“The Mirror of Your Imagination” (A Quarry Farm Testimonial)

EDITOR’S NOTE: We occasionally feature testimonials from recent Quarry Farm Fellows and Residents, which combine conversational illustrations of their research and writing process with personal reflections on their experiences as Twain scholars, teachers, and fellows. Applications for Quarry Farm Fellowships are due each Winter. Find more information HERE.

Stephen Rachman is Associate Professor in the department of English, former Director of the American Studies Program and former head of Digital Humanities at Michigan State and former Co-Director of the Digital Humanities Literary Cognition Laboratory at Michigan State University. He is the co-editor and translator of Chinese Women Writers and the Environment (McFarland). He is the editor of The Hasheesh Eater by Fitz-Hugh Ludlow (Rutgers University Press). He is a co-author of the award-winning Cholera, Chloroform, and the Science of Medicine: A Life of John Snow (Oxford University Press) and the co-editor of The American Face of Edgar Allan Poe (Johns Hopkins University Press). He has written numerous articles on 19th-century American literature, the history of medicine, cities, popular culture, and an award-winning Web site on Sunday school books for the Library of Congress American Memory Project. His most recent work on Mark Twain is “‘The £1,000,000 Bank-Note’: Mark Twain and the 19th-Century Monetary Imagination” Mark Twain Journal 59:2 (Fall 2021).

During his Quarry Farm residency, Professor Rachman participated in the 2023 Park Church Summer Lectures. You can view his talk with the link below.

  • Stephen Rachman, “The Monetary Imagination of Mark Twain: From the Nevada Mines to the £1,000,000 Bank-Note” (August 16, 2023 – The Park Church)

You are surely lucky to stay a while in this old home, to settle into the peace and pleasure of this place. It is a good space to relax, to work, to think and to write. If you visit in summertime as I did, then it is invitingly cool. “It is always cool on the hill,” Twain wrote in one of his letters. He contrasted it with the “sweltering hell” of Keokuk (not to be critical of Iowa in particular, but we can let that stand in for all the overheated places on the planet this summer.) Time travel a little while you are here, get into the pace of things. Enjoy the push-button light-switches and the corkscrew with a crank just off the dining room. Watch the birds traversing the lawn, the bats flitting in the evening skies, the caw of the crows and the knock of the woodpecker. You may even get a visit from Gray Greg or the other more elusive cat, Dr. Carmichael. You may even be visited by a group of poets, as I was one evening, who materialized on the porch to garner inspiration, and stayed a while as they wrote. As if to accommodate them, a small rainstorm came and went. I recommend the room above the porch (the Cuddy as I came to call it because it has sea-feeling up there). That is the best spot for storms—preferably with a book and a drink.

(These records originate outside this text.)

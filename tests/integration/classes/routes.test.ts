import { afterAll, beforeAll, describe, expect, test } from 'vitest';
import { Card } from '../../../src/lib/server/db/models/index';
import { createAssignment } from '../../../src/lib/server/classes/assignments';
import { createClass } from '../../../src/lib/server/classes/classes';
import { joinByCode } from '../../../src/lib/server/classes/members';
import * as classesRoute from '../../../src/routes/api/classes/+server';
import * as classRoute from '../../../src/routes/api/classes/[id]/+server';
import * as joinRoute from '../../../src/routes/api/classes/join/+server';
import * as membersRoute from '../../../src/routes/api/classes/[id]/members/+server';
import * as memberRoute from '../../../src/routes/api/classes/[id]/members/[userId]/+server';
import * as invitationsRoute from '../../../src/routes/api/classes/[id]/invitations/+server';
import * as assignmentsRoute from '../../../src/routes/api/classes/[id]/assignments/+server';
import * as assignmentRoute from '../../../src/routes/api/assignments/[id]/+server';
import * as progressRoute from '../../../src/routes/api/classes/[id]/progress/+server';
import * as learnerRoute from '../../../src/routes/api/classes/[id]/learners/[userId]/+server';
import * as commentsRoute from '../../../src/routes/api/cards/[id]/comments/+server';
import { openTestWorld, type TestWorld } from '../support/world';
import { callAs, makeDeck, makeUser } from './world';

/**
 * Who may do what on every class endpoint. Each row names a route, the person asking and the
 * answer: another teacher's class is 404 (never a hint that it exists), a learner reaches only
 * classes they belong to and never the teacher's views, and nobody unsigned gets anything.
 */

let world: TestWorld;
type U = Awaited<ReturnType<typeof makeUser>>;
let teacher: U, otherTeacher: U, learner: U, classmate: U, outsider: U;
let classId: string, otherClassId: string, assignmentId: string, cardId: string, code: string;
let otherDeckId: string, deckId: string;

beforeAll(async () => {
	world = await openTestWorld();
	teacher = await makeUser('teacher', 'Rosa Owner');
	otherTeacher = await makeUser('teacher', 'Olga Other');
	learner = await makeUser('learner', 'Lena Member');
	classmate = await makeUser('learner', 'Carl Classmate');
	outsider = await makeUser('learner', 'Otto Outside');
	const created = await createClass(teacher, { name: 'Tuesday combo' });
	if (!created.ok) throw new Error(created.message);
	classId = created.class.id;
	code = created.class.code!;
	const other = await createClass(otherTeacher, { name: 'Other studio' });
	if (!other.ok) throw new Error(other.message);
	otherClassId = other.class.id;
	deckId = (await makeDeck(teacher.id)).deck.id;
	otherDeckId = (await makeDeck(otherTeacher.id, 2, 'Other deck')).deck.id;
	for (const person of [learner, classmate]) await joinByCode(person, code);
	// The learner is also in the other teacher's class: being their student there gives that
	// teacher nothing in this one.
	await joinByCode(learner, (other.ok && other.class.code) || '');
	const assigned = await createAssignment(teacher, classId, {
		deckId,
		startDate: '2026-03-02',
		newPerDay: 4
	});
	if (!assigned.ok) throw new Error(assigned.message);
	assignmentId = assigned.assignment.id;
	cardId = (await Card.findOne({ where: { userId: learner.id, assignmentId } }))!.id;
});
afterAll(() => world.close());

const json = (body: unknown) => ({ method: 'POST', body });

type Who = 'anonymous' | 'teacher' | 'otherTeacher' | 'learner' | 'classmate' | 'outsider';
const person = (who: Who) =>
	({ anonymous: null, teacher, otherTeacher, learner, classmate, outsider })[who];

interface Case {
	route: string;
	who: Who;
	status: number;
	run: (user: U | null) => Promise<Response>;
}

const cases: Case[] = [];
function each(route: string, run: Case['run'], expected: Partial<Record<Who, number>>) {
	for (const [who, status] of Object.entries(expected)) {
		cases.push({ route, who: who as Who, status: status!, run });
	}
}

each('GET /api/classes/[id]', (u) => callAs(classRoute.GET, u, { id: classId }), {
	anonymous: 401,
	otherTeacher: 404,
	outsider: 404,
	learner: 200,
	teacher: 200
});
each(
	'PUT /api/classes/[id]',
	(u) =>
		callAs(classRoute.PUT, u, { id: classId }, { method: 'PUT', body: { name: 'Renamed combo' } }),
	{ anonymous: 401, otherTeacher: 404, learner: 404, teacher: 200 }
);
each('DELETE /api/classes/[id]', (u) => callAs(classRoute.DELETE, u, { id: classId }), {
	anonymous: 401,
	otherTeacher: 404,
	learner: 404
});
each('POST /api/classes', (u) => callAs(classesRoute.POST, u, {}, json({ name: 'Mine' })), {
	anonymous: 401,
	learner: 403,
	teacher: 201
});
each('GET /api/classes/[id]/members', (u) => callAs(membersRoute.GET, u, { id: classId }), {
	anonymous: 401,
	otherTeacher: 404,
	learner: 404,
	teacher: 200
});
each(
	'DELETE /api/classes/[id]/members/[userId] (someone else)',
	(u) => callAs(memberRoute.DELETE, u, { id: classId, userId: classmate.id }),
	{ anonymous: 401, otherTeacher: 404, learner: 404, outsider: 404 }
);
each(
	'POST /api/classes/[id]/invitations',
	(u) => callAs(invitationsRoute.POST, u, { id: classId }, json({ email: 'new@example.test' })),
	{ anonymous: 401, otherTeacher: 404, learner: 404, teacher: 201 }
);
each('GET /api/classes/[id]/invitations', (u) => callAs(invitationsRoute.GET, u, { id: classId }), {
	anonymous: 401,
	otherTeacher: 404,
	learner: 404,
	teacher: 200
});
each('GET /api/classes/[id]/assignments', (u) => callAs(assignmentsRoute.GET, u, { id: classId }), {
	anonymous: 401,
	otherTeacher: 404,
	outsider: 404,
	learner: 200,
	teacher: 200
});
each(
	'POST /api/classes/[id]/assignments',
	(u) =>
		callAs(
			assignmentsRoute.POST,
			u,
			{ id: classId },
			json({ deckId, startDate: '2026-03-02', newPerDay: 2 })
		),
	{ anonymous: 401, otherTeacher: 404, learner: 404, teacher: 201 }
);
each(
	"POST /api/classes/[id]/assignments with another teacher's deck",
	(u) =>
		callAs(
			assignmentsRoute.POST,
			u,
			{ id: classId },
			json({ deckId: otherDeckId, startDate: '2026-03-02', newPerDay: 2 })
		),
	{ teacher: 422 }
);
each(
	'PUT /api/assignments/[id]',
	(u) =>
		callAs(assignmentRoute.PUT, u, { id: assignmentId }, { method: 'PUT', body: { newPerDay: 3 } }),
	{ anonymous: 401, otherTeacher: 404, learner: 404, teacher: 200 }
);
each(
	'DELETE /api/assignments/[id]',
	(u) => callAs(assignmentRoute.DELETE, u, { id: assignmentId }),
	{
		anonymous: 401,
		otherTeacher: 404,
		learner: 404
	}
);
each('GET /api/classes/[id]/progress', (u) => callAs(progressRoute.GET, u, { id: classId }), {
	anonymous: 401,
	otherTeacher: 404,
	learner: 404,
	teacher: 200
});
each(
	'GET /api/classes/[id]/progress?format=csv',
	(u) => callAs(progressRoute.GET, u, { id: classId }, { path: '/?format=csv' }),
	{ otherTeacher: 404, learner: 404, teacher: 200 }
);
each(
	'GET /api/classes/[id]/learners/[userId]',
	(u) => callAs(learnerRoute.GET, u, { id: classId, userId: learner.id }),
	{ anonymous: 401, otherTeacher: 404, learner: 404, classmate: 404, teacher: 200 }
);
each(
	'GET /api/classes/[id]/learners/[userId] of someone outside the class',
	(u) => callAs(learnerRoute.GET, u, { id: classId, userId: outsider.id }),
	{ teacher: 404 }
);
each('GET /api/cards/[id]/comments', (u) => callAs(commentsRoute.GET, u, { id: cardId }), {
	anonymous: 401,
	otherTeacher: 404,
	classmate: 404,
	outsider: 404,
	learner: 200,
	teacher: 200
});
each(
	'POST /api/cards/[id]/comments',
	(u) => callAs(commentsRoute.POST, u, { id: cardId }, json({ text: 'Try it slower in B.' })),
	{ anonymous: 401, otherTeacher: 404, classmate: 404, outsider: 404, learner: 201, teacher: 201 }
);
each('POST /api/classes/join', (u) => callAs(joinRoute.POST, u, {}, json({ code })), {
	anonymous: 401
});

describe('who may use each class endpoint', () => {
	test.each(cases.map((c) => [c.route, c.who, c.status, c] as const))(
		'%s as %s answers %i',
		async (_route, who, status, c) => {
			const res = await c.run(person(who));
			expect(res.status, await res.clone().text()).toBe(status);
		}
	);
});

describe('what each person sees', () => {
	test("a learner's class list holds their classes without a code or link, and no one else's", async () => {
		const res = await callAs(classesRoute.GET, outsider, {});
		expect((await res.json()).total).toBe(0);
		const mine = await (await callAs(classesRoute.GET, learner, {})).json();
		expect(mine.items.map((c: { id: string }) => c.id).sort()).toEqual(
			[classId, otherClassId].sort()
		);
		expect(
			mine.items.every((c: { code: unknown; link: unknown }) => c.code === null && c.link === null)
		).toBe(true);
	});

	test('a teacher lists only the classes they teach', async () => {
		const body = await (await callAs(classesRoute.GET, otherTeacher, {})).json();
		expect(body.items.map((c: { id: string }) => c.id)).toEqual([otherClassId]);
	});

	test('a learner leaves by removing themselves, and only themselves', async () => {
		const mate = await makeUser('learner', 'Leaving Soon');
		await joinByCode(mate, code);
		const res = await callAs(memberRoute.DELETE, mate, { id: classId, userId: mate.id });
		expect(res.status).toBe(200);
		const again = await callAs(memberRoute.DELETE, mate, { id: classId, userId: mate.id });
		expect(again.status).toBe(404);
	});

	test('malformed bodies and ids are refused without a 500', async () => {
		const answers = await Promise.all([
			callAs(classesRoute.POST, teacher, {}, json({ name: '' })),
			callAs(classesRoute.POST, teacher, {}, { method: 'POST', body: 'not json' }),
			callAs(classesRoute.POST, teacher, {}, { method: 'POST', body: '[]' }),
			callAs(classRoute.GET, teacher, { id: 'not-a-uuid' }),
			callAs(
				classRoute.PUT,
				teacher,
				{ id: classId },
				{ method: 'PUT', body: { joinCode: 'sideways' } }
			),
			callAs(joinRoute.POST, learner, {}, json({ code: 42 })),
			callAs(joinRoute.POST, learner, {}, json({ code: 'ZZZZZZZZ' })),
			callAs(
				assignmentsRoute.POST,
				teacher,
				{ id: classId },
				json({ deckId, startDate: '2026-02-30', newPerDay: 4 })
			),
			callAs(
				assignmentsRoute.POST,
				teacher,
				{ id: classId },
				json({ deckId, startDate: '2026-03-01', newPerDay: 4, keys: ['H'] })
			),
			callAs(
				assignmentsRoute.POST,
				teacher,
				{ id: classId },
				json({ deckId, startDate: '2026-03-01', newPerDay: 0 })
			),
			callAs(progressRoute.GET, teacher, { id: classId }, { path: '/?sort=shoe-size' }),
			callAs(progressRoute.GET, teacher, { id: classId }, { path: '/?format=xml' }),
			callAs(commentsRoute.POST, learner, { id: cardId }, json({ text: '   ' })),
			callAs(invitationsRoute.POST, teacher, { id: classId }, json({ email: 'not an address' }))
		]);
		expect(answers.map((r) => r.status)).toEqual([
			422, 400, 400, 404, 422, 422, 404, 422, 422, 422, 422, 400, 422, 422
		]);
	});

	test('a created class answers as the class itself: {id, name, code, …}', async () => {
		const created = await callAs(classesRoute.POST, teacher, {}, json({ name: 'Shape check' }));
		expect(created.status).toBe(201);
		const body = await created.json();
		expect(body).toMatchObject({ id: expect.any(String), name: 'Shape check' });
		expect(body.code).toMatch(/^[A-Z0-9]{4,16}$/);
		const read = await callAs(classRoute.GET, teacher, { id: body.id });
		expect(await read.json()).toEqual(body);
	});
});
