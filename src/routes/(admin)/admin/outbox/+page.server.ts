import { requireRole } from '$lib/server/auth/guard';
import { getMailStatus } from '$lib/server/mail/index';
import { countMessages, listMessages } from '$lib/server/mail/outbox';
import type { PageServerLoad } from './$types';

const SHOWN = 200;

export const load: PageServerLoad = async () => {
	requireRole('admin');
	const [messages, total] = await Promise.all([listMessages({ limit: SHOWN }), countMessages()]);
	return { messages, total, mail: getMailStatus() };
};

I came to see the house as having zones and each having a different feel, requiring different forms of appraisal and curiosity. The museum spaces: the dining room, the front parlor, and the library are fine and filled with period furniture. I felt that I should move with catlike quiet in these spaces, sitting a little more primly on the rose-colored upholstery of the sofa. I carefully removed a tome from these shelves and felt its fading gilt-edge against my index finger, admired the Morocco cover and the marbling inside, looked for pencil markings, the checks or question marks that Twain made while he read. The tiles around the fireplace are worth inspection, Aesop’s Fables, probably Minton tiles which were very popular in the Victorian era. You can imagine the fables that are sprinkled through Twain’s works spinning out from the one’s these tiles inspired. Perhaps like those found in The Mysterious Stranger.  These rooms are full of texts and as the cat in Twain’s fable says, “You can find in a text whatever you bring, if you will stand between it and the mirror of your imagination. You may not see your ears, but they will be there.”

The kitchen is modern enough and old-fashioned enough, too. You can use the microwave or poke around the old stove where Mary Ann Cord cooked. Sit at the table where she chatted with Sam, and he took his breakfast.

The library spaces upstairs are another zone, a space of research-convenience itself. Everything you might need to consult is seemingly at your fingertips. It feels like you are in conversation with a great chunk of scholarship, browse as freely or systematically as you like. Check out the standing desk, too, the ultimate in ergonomics.

Don’t neglect the grounds. If you can manage to leave the porch, wander off to the right and find the steps where Twain would make his way up to his study. You should also visit the transported hive of productivity on the campus of Elmira College, but to visit the steps that lead to the little overgrown promontory leave a different impression of something here but gone, the play of absence and presence, but for me, it was the sense that a good day’s work (or a hard one) is only a few steps away, waiting for you.